# Leaf Motor - Peak Power?



## Karter2 (Nov 17, 2011)

You may find this useful..
https://endless-sphere.com/forums/viewtopic.php?f=30&t=63982


----------



## miscrms (Sep 25, 2013)

Awesome thread, thanks! Sounds like we may start finding an answer soon.


----------



## MPaulHolmes (Feb 23, 2008)

I just made a 200kW AC controller for a guy who has a nissan Leaf motor. He's going to test it with a Chevy Volt battery pack, up to 600amp peak per phase. I'll let you know how it turns out. He's using a very light offroad vehicle, so it should have good acceleration.


----------



## miscrms (Sep 25, 2013)

MPaulHolmes said:


> I just made a 200kW AC controller for a guy who has a nissan Leaf motor. He's going to test it with a Chevy Volt battery pack, up to 600amp peak per phase. I'll let you know how it turns out. He's using a very light offroad vehicle, so it should have good acceleration.


Looking forward to it!

Rob


----------



## Tony Bogs (Apr 12, 2014)

80 kW, high efficiency and only $550, can't beat that with surplus Siemens 1PV whatever. 
Yeah, hmm, I may have to reconsider a salvage PM motor.

Great thread by Arlo on endlessphere. Finally a high amp desat test.
Almost can't wait to see what happens at 80kW+ power and high temps.


----------



## Bowser330 (Jun 15, 2008)

bumping this up for updates...

Now that Paul has made the most affordable, most powerful 200kw AC controller/inverter we now need motors to work with...

The leaf motor is a great candidate as there are many from salvaged cars but it would nice to have a supplier of a motor that isn't charging an arm and a leg for an AC motor.


This place sells custom wound AC motors:
http://www.customevperformance.com/p/8499926/75kw-ac-induction-ev-motor.html

160 frame = $3,600, 100kw 
132m frame = $2,300 75kw 
I'm assuming/hoping those are continuous ratings so 150kw-200kw could be achieved in limited peaks

This motor is just an example of something you can get from China.
http://xindaenergy.en.made-in-china...000rpm-Permanent-Magnet-Sychronous-Motor.html

315kw continuous/450kw peak power, 18000rpm no transmission needed!
No idea on cost...180kg/396lbs

That may seem heavy but its giving a lot of power, by comparison the bare nissan leaf motor (motor only) is 180lbs, for 80kw...so its a lot heavier if the specs all check-out...
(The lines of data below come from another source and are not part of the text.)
/**
 * The journal as CSV, with the readings' conventions (app/features/readings): every bad row
 * named by its line, nothing stored unless every row is good, units in the header names. The
 * columns are the form's field names: `date`, `kind`, then the kind's fields
 * (`water_changed_percent`, `tap_nitrate_no3_mg_l`, `plant_dry_g`, …) and `note`; a column the
 * row's kind does not use is left empty. An exported file uploads again unchanged.
 */
import { checkTakenAt } from "~/features/readings/readings.server";
import {
  ENTRY_FIELDS,
  MAX_JOURNAL_NOTE,
  readEntryFields,
  entryFields,
  type EntryInput,
} from "~/features/journal/journal-entries";
import type { JournalEntry } from "~/features/journal/journal.server";
import { csvFailure, detectDelimiter, readLines, type CsvFailure, type CsvProblem } from "~/utils/csv-read.server";
import { toCsv, unneutraliseCell } from "~/utils/csv";
import { formatDateTime, parseDateTime } from "~/utils/dates";

const HEADER = ["date", "kind", ...ENTRY_FIELDS, "note"] as const;
const MAX_ROWS = 5000;
export const MAX_JOURNAL_CSV_BYTES = 1024 * 1024;

type Parsed = { ok: true; entries: (EntryInput & { line: number })[] } | CsvFailure;

export function journalCsv(entries: readonly JournalEntry[]): string {
  return toCsv([
    [...HEADER],
    ...entries.map((e) => {
      const f = entryFields(e.kind, e.details);
      return [formatDateTime(e.doneAt).replace(" ", "T"), e.kind, ...ENTRY_FIELDS.map((k) => f[k]), e.note];
    }),
  ]);
}

/** Reads a journal file: all its rows as entries, or every problem by line. */
export function parseJournalCsv(text: string, now = Date.now()): Parsed {
  const body = text.replace(/^\uFEFF/, "");
  if (body.trim() === "") return csvFailure("The file is empty. Export the journal to see the columns we read.");
  const lines = readLines(body, detectDelimiter(body));
  if (!Array.isArray(lines)) return lines;
  const [header, ...data] = lines;
  const names = header.cells.map((c) => c.trim().toLowerCase());
  const problems: CsvProblem[] = [];
  const unknown = names.filter((n) => n !== "" && !(HEADER as readonly string[]).includes(n));
  if (unknown.length)
    problems.push({
      line: header.line,
      message: `columns we do not read: ${unknown.map((u) => `“${u}”`).join(", ")} (we read ${HEADER.join(", ")}).`,
    });
  for (const need of ["date", "kind"]) {
    if (!names.includes(need))
      problems.push({ line: header.line, message: `the header row needs a “${need}” column.` });
  }
  const twice = names.filter((n, i) => n !== "" && names.indexOf(n) !== i);
  if (twice.length) problems.push({ line: header.line, message: `the column “${twice[0]}” appears twice: keep one.` });
  if (problems.length) return csvFailure("Nothing was stored: the header row needs attention.", problems);
  if (data.length === 0) return csvFailure("The file has a header row but no entries under it: nothing was stored.");
  if (data.length > MAX_ROWS)
    return csvFailure(`The file has ${data.length} rows; upload at most ${MAX_ROWS} at a time. Nothing was stored.`);
  const entries: (EntryInput & { line: number })[] = [];
  for (const { cells, line } of data) {
    const cell = (name: string) => {
      const i = names.indexOf(name);
      return i >= 0 ? (cells[i] ?? "").trim() : "";
    };
    const why: string[] = [];
    if (cells.length > names.length && cells.slice(names.length).some((c) => c !== ""))
      why.push(`it has ${cells.length} cells where the header has ${names.length}`);
    const date = cell("date");
    const doneAt = date === "" ? null : parseDateTime(date);
    if (date === "") why.push("the date is missing");
    else if (doneAt === null) why.push(`“${date}” is not a date: write it as 2026-03-01 or 2026-03-01T08:30`);
    else {
      const bad = checkTakenAt(doneAt, now);
      if (bad) why.push(bad.replace(/^The/, "the").replace(/\.$/, ""));
    }
    const read = readEntryFields(Object.fromEntries(["kind", ...ENTRY_FIELDS].map((k) => [k, cell(k)])));
    if (!read.ok) for (const [k, m] of Object.entries(read.errors)) why.push(`${m} (column “${k}”)`);
    const note = unneutraliseCell(cell("note"));
    if (note.length > MAX_JOURNAL_NOTE) why.push(`the note is longer than ${MAX_JOURNAL_NOTE} characters`);
    if (why.length || !read.ok || doneAt === null) problems.push({ line, message: `${why.join("; ")}.` });
    else entries.push({ doneAt, kind: read.kind, details: read.details, note, line });
  }
  if (problems.length) {
    const n = problems.length;
    return csvFailure(
      `Nothing was stored: ${n === 1 ? "one row needs" : `${n} rows need`} attention. Correct ${n === 1 ? "it" : "them"} and upload the file again.`,
      problems,
    );
  }
  return { ok: true, entries };
}
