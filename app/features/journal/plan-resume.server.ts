/**
 * The planned schedule after the journal: the tank's timetable (its scenario's, or the edited
 * plan's), each kind of task resumed at its own last logged entry — the next water change an
 * interval after the last logged change, the next filter cleaning an interval after the last
 * logged cleaning, a group's next trim after its last logged trim. One function, so the
 * forecast, the upcoming list, the calendar feed and the reminder mail plan the same days
 * (a maintenance interval counts from when the task was last done: common practice, no source).
 */
import { plannedEvents, type Scenario } from "~models";
import type { JournalEntry } from "~/features/journal/journal.server";
import { DAY_MS, startOfDay } from "~/utils/dates";

type TankEvent = ReturnType<typeof plannedEvents>[number];

const sameGroup = (g: { id: string; name: string }, name: string | undefined) =>
  [g.id, g.name].some((n) => n.toLowerCase() === (name ?? "").trim().toLowerCase());

/**
 * The planned events on days [0, `toDay`) of a run whose day 0 is `originMs`: each kind resumed
 * at the day (start of day) of its last entry done by `now`, or at `noneDay` when the journal has
 * none of that kind. Events before day 0 are not returned; the caller drops those before today.
 */
export function plannedAfterJournal(
  s: Scenario,
  entries: readonly JournalEntry[],
  originMs: number,
  now: number,
  toDay: number,
  noneDay: number,
): TankEvent[] {
  const done = entries.filter((e) => e.doneAt <= now);
  const lastDay = (match: (e: JournalEntry) => boolean) => {
    const last = done.filter(match).at(-1);
    return last === undefined ? null : (startOfDay(last.doneAt) - originMs) / DAY_MS;
  };
  // A timetable's doses start on its first day; resumed after a logged dose, that day is the logged one.
  const of = (kind: TankEvent["kind"], last: number | null) =>
    plannedEvents(s, toDay, last ?? noneDay).filter(
      (e) => e.kind === kind && e.day >= 0 && e.day < toDay && (last === null || e.day > last),
    );
  const trims = s.plants.flatMap((g) =>
    of(
      "trim",
      lastDay((e) => e.kind === "plants_trimmed" && sameGroup(g, e.details.plantGroup)),
    ).filter((e) => e.kind === "trim" && e.groupId === g.id),
  );
  return [
    ...of(
      "waterChange",
      lastDay((e) => e.kind === "water_change"),
    ),
    ...of(
      "filterCleaning",
      lastDay((e) => e.kind === "filter_cleaned"),
    ),
    ...of(
      "dose",
      lastDay((e) => e.kind === "ammonia_dosed"),
    ),
    ...trims,
  ].sort((a, b) => a.day - b.day);
}
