/**
 * What one integration segment (the stretch between two scheduled events) asks of a solver and
 * what it gets back. Both solvers — odex for the usual non-stiff tank (core/solver.ts) and the
 * Rosenbrock method for stiff ones (core/rosenbrock.ts) — answer the same request.
 */
import type { OdeProblem, Watch } from "./problem";

export type SegmentStatus = "done" | "crossed" | "maxSteps" | "wallTime" | "nonFinite";

export interface SegmentRequest {
  readonly problem: OdeProblem;
  /** Start time (days). */
  readonly t0: number;
  readonly y0: readonly number[];
  /** End time (days), > t0. */
  readonly t1: number;
  /** Sorted times strictly inside (t0, t1) at which to report the state. */
  readonly sampleTimes: readonly number[];
  onSample(t: number, y: number[]): void;
  /** Called after every accepted step with the step's end state (for peak tracking). */
  onStep?(t: number, y: number[]): void;
  readonly watches?: readonly Watch[];
  /** Step budget for this segment (≥ 1). */
  readonly maxSteps: number;
  /** Clock reading (ms, the loop's own clock) after which the segment gives up; Infinity for none. */
  readonly deadline: number;
  /** First trial step (days); the previous segment's last step is a good guess. */
  readonly initialStepSize: number;
}

export interface SegmentResult {
  readonly status: SegmentStatus;
  /** Time reached: t1 when done, the crossing time when crossed, the last good time otherwise. */
  readonly t: number;
  /** State at `t` (a fresh array). */
  readonly y: number[];
  /** Index into `watches` of the crossing, or -1. */
  readonly crossed: number;
  readonly steps: number;
  readonly rhsEvals: number;
  readonly rejected: number;
  /** Size of the last accepted step (days), for the next segment's first guess. */
  readonly lastStepSize: number;
}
180lbs/80kw continuous? = 2.25lbs/kw
396lbs/315kw continous? =1.26lbs/kw


----------



## miscrms (Sep 25, 2013)

Agreed, but I suspect that for the DIY hobbyist the junkyard is going to be really hard to beat price/performance wise. They seem to be running in the $500 to $1200 range often with the reduction gear / transaxle. There may be better motors out there, but with total sales pushing 100,000 in the US the supply of Leaf motors should be pretty plentiful for years to come. That may help alleviate one of the big downsides of using re-purposed / surplus motors, in terms of developing solutions only to have the supply dry up after a few 10s or 100s of units. There is still a need for better options for more professional converters and small scale manufacturers though for sure. Probably for larger vehicles too.
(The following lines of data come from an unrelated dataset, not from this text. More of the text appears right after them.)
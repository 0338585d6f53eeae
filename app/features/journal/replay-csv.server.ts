/**
 * The journal replay's chart as CSV with every sample. The page gets a thinned share of a long
 * replay (thin-series.ts), so a CSV made in the browser from it would hold stretches' extremes,
 * not the replay; this one is made from the kept run itself (journal-runs.server.ts), in the
 * same columns as the chart's own CSV, written on the chores thread (a full journal's replay is
 * some 33,000 samples).
 */
import { journalScenario } from "~/features/journal/journal-scenario.server";
import { replayJournal } from "~/features/journal/journal-replay.server";
import { journalOf } from "~/features/journal/journal.server";
import { replayCsvOffThread } from "~/features/jobs/chores-pool.server";
import { replayChartInput } from "~/features/journal/replay-chart.server";
import type { TankRow } from "~/features/tanks/tanks.server";
import type { DisplayUnits } from "~/utils/display-units";

/** The CSV text, or null when there is nothing to replay (no scenario, no entries). */
export async function replayCsv(
  tank: TankRow,
  scenarioParam: string | null,
  units: DisplayUnits,
  now = Date.now(),
): Promise<string | null> {
  const { settings } = journalScenario(tank, scenarioParam);
  if (!settings) return null;
  const replay = await replayJournal(settings, journalOf(tank), now, tank.ownerId);
  if (!replay) return null;
  return replayCsvOffThread(replayChartInput(replay, settings, units));
}
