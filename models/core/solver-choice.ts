/**
 * Which solver integrates a segment. The usual tank is not stiff, and odex (explicit
 * extrapolation) is the fastest there. When odex's step count shows stiffness — many steps in
 * one segment, or many steps per simulated day over the run — the rest of the segment and every
 * later one go to RODAS4 (core/rosenbrock.ts), which takes long steps through fast equilibria.
 *
 * Thresholds (model choice, no source): a non-stiff tank needs a few odex steps per segment and
 * about 1 to 60 per simulated day (meals as pulses); a stiff one needs thousands.
 */
import type { SegmentRequest, SegmentResult } from "./segment";
import { integrateSegment } from "./solver";
import { integrateStiffSegment } from "./rosenbrock";

/** odex steps in one segment after which the segment is handed to the stiff solver. */
const STIFF_PROBE_STEPS = 1000;
/** Over the run, after this many odex steps … */
const RATE_MIN_STEPS = 2000;
/** … more than this many steps per simulated day switch the rest of the run. */
const RATE_STEPS_PER_DAY = 150;

interface Counters {
  steps: number;
  rhsEvals: number;
  rejected: number;
  stiffSegments: number;
}

export class SolverChoice {
  private stiff = false;
  private odexSteps = 0;
  private odexDays = 0;

  /** Whether the run has switched to the stiff solver. */
  get isStiff(): boolean {
    return this.stiff;
  }

  /**
   * Integrate one segment. Work done by an abandoned odex attempt is added to `counters`
   * directly; the returned result carries only the final solver's work.
   */
  integrate(req: SegmentRequest, counters: Counters): SegmentResult {
    if (this.stiff) {
      counters.stiffSegments++;
      return integrateStiffSegment(req);
    }
    const probe = Math.min(req.maxSteps, STIFF_PROBE_STEPS);
    const first = integrateSegment({ ...req, maxSteps: probe });
    this.odexSteps += first.steps;
    this.odexDays += first.t - req.t0;
    const tooSlow =
      this.odexSteps >= RATE_MIN_STEPS && this.odexSteps > RATE_STEPS_PER_DAY * Math.max(this.odexDays, 1e-9);
    if (tooSlow) this.stiff = true;
    if (first.status !== "maxSteps" || probe >= req.maxSteps) return first;
    // odex ran out of its probe budget with steps to spare: the segment is stiff.
    this.stiff = true;
    counters.steps += first.steps;
    counters.rhsEvals += first.rhsEvals;
    counters.rejected += first.rejected;
    counters.stiffSegments++;
    if (first.t >= req.t1) return { ...first, status: "done" };
    const rest = integrateStiffSegment({
      ...req,
      t0: first.t,
      y0: first.y,
      sampleTimes: req.sampleTimes.filter((ts) => ts > first.t),
      maxSteps: req.maxSteps - first.steps,
      initialStepSize: Math.max(first.lastStepSize, 1e-8),
    });
    return rest;
  }
}
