/**
 * The "as it happened" curve's drawing: nitrate over the days since the journal's first entry,
 * the test readings as dots, the upper target as a dashed line. Client-safe (d3 only).
 */
import { scaleLinear } from "d3-scale";
import { line } from "d3-shape";

/** Nitrate (`no3`, `high`, readings) in the person's unit, NO3 or NO3-N. */
export type ReplayCurve = { t: number[]; no3: number[]; high: number; readings: { day: number; no3: number }[] };

export function replayPaths(c: ReplayCurve, width: number, height: number) {
  const maxDay = Math.max(1, ...c.t);
  const maxNo3 = Math.max(c.high * 1.2, ...c.no3, ...c.readings.map((r) => r.no3)) * 1.05;
  const x = scaleLinear()
    .domain([0, maxDay])
    .range([40, width - 10]);
  const y = scaleLinear()
    .domain([0, maxNo3])
    .range([height - 24, 8]);
  const path = line<number>()
    .x((_, k) => x(c.t[k]))
    .y((v) => y(v))(c.no3);
  return {
    path: path ?? "",
    highY: y(c.high),
    dots: c.readings.map((r) => ({ cx: x(r.day), cy: y(r.no3) })),
    xTicks: x.ticks(6).map((d) => ({ x: x(d), label: String(d) })),
    yTicks: y.ticks(4).map((v) => ({ y: y(v), label: String(v) })),
  };
}
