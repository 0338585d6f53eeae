/**
 * The journal's model runs (the replay, the forecast and its search) go through the engine
 * pool's interactive lane like other runs a page waits for, so a long journal never holds the
 * request thread and one person's runs take turns with everyone else's.
 */
import { ModelError, type Scenario, type SimulationResult, type TankEventInput } from "~models";
import { getEnginePool } from "~/features/jobs/engine-pool.server";
import { REQUEST_RUN_LIMITS } from "~/features/runs/simulation.server";

/** One run with the journal's events on the pool; throws ModelError as simulate() does. */
export async function simulateOnPool(
  scenario: Scenario,
  events: TankEventInput[],
  owner: string,
): Promise<SimulationResult> {
  const answer = await getEnginePool().run(
    { kind: "simulate", scenario, limits: { ...REQUEST_RUN_LIMITS, events } },
    { lane: "interactive", owner },
  );
  if (answer.kind !== "simulate") throw new Error(`The engine pool answered a ${answer.kind} task to a run`);
  if (answer.error)
    throw new ModelError(answer.error.code, answer.error.message, {
      day: answer.error.day,
      detail: answer.error.detail,
    });
  return answer.result!;
}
Bear in mind that Chinese specs are often optimistic to say the least, but you never know. ORNL reported the 2012 Leaf motor alone (minus transaxle, brackets, etc) weighed 123lbs. The 2013+ is supposed to be lighter as I understand. That brings the 2012 Leaf motor down to 1.54lbs/kW, and possibly better on the 2013+. 

Rob


----------



## Hollie Maea (Dec 9, 2009)

Does anyone know the temperature sensor type in the Leaf motor? Also, any information on the resolver (like number of poles, excitation voltage)?

I'm going to see what this thing can do if I can get all the parameters and settings worked out.


----------



## MPaulHolmes (Feb 23, 2008)

The resolver of the leaf has the same pole pairs (or lobes or whatever they call it on the resolver) as the pole pairs of the motor. So, for each electrical revolution of the motor, there's also one "electrical revolution" of the resolver. I think the excitation voltage is about 0 to 5.3v for excite+ and also for excite-, so I guess a 10KHz 0-10.6v waveform will end up with sin and cos coming back at around 0-3.15v.


----------



## Hollie Maea (Dec 9, 2009)

Thanks so much, Paul. I think the temp sensor is the last bit of info I'm missing. And my Scott Drive showed up yesterday so I'll be spinning it soon.


----------



## MPaulHolmes (Feb 23, 2008)

A friend told me that it is a 10k thermistor with a beta of about 2044.


----------



## Hollie Maea (Dec 9, 2009)

MPaulHolmes said:


> A friend told me that it is a 10k thermistor with a beta of about 2044.


Hmmm...I just did a measurement. The shop is at 13C and I measured 24.11K, which doesn't match that curve, but IS pretty close to a 20k with that beta. I'll get more data points if this place ever warms up...


----------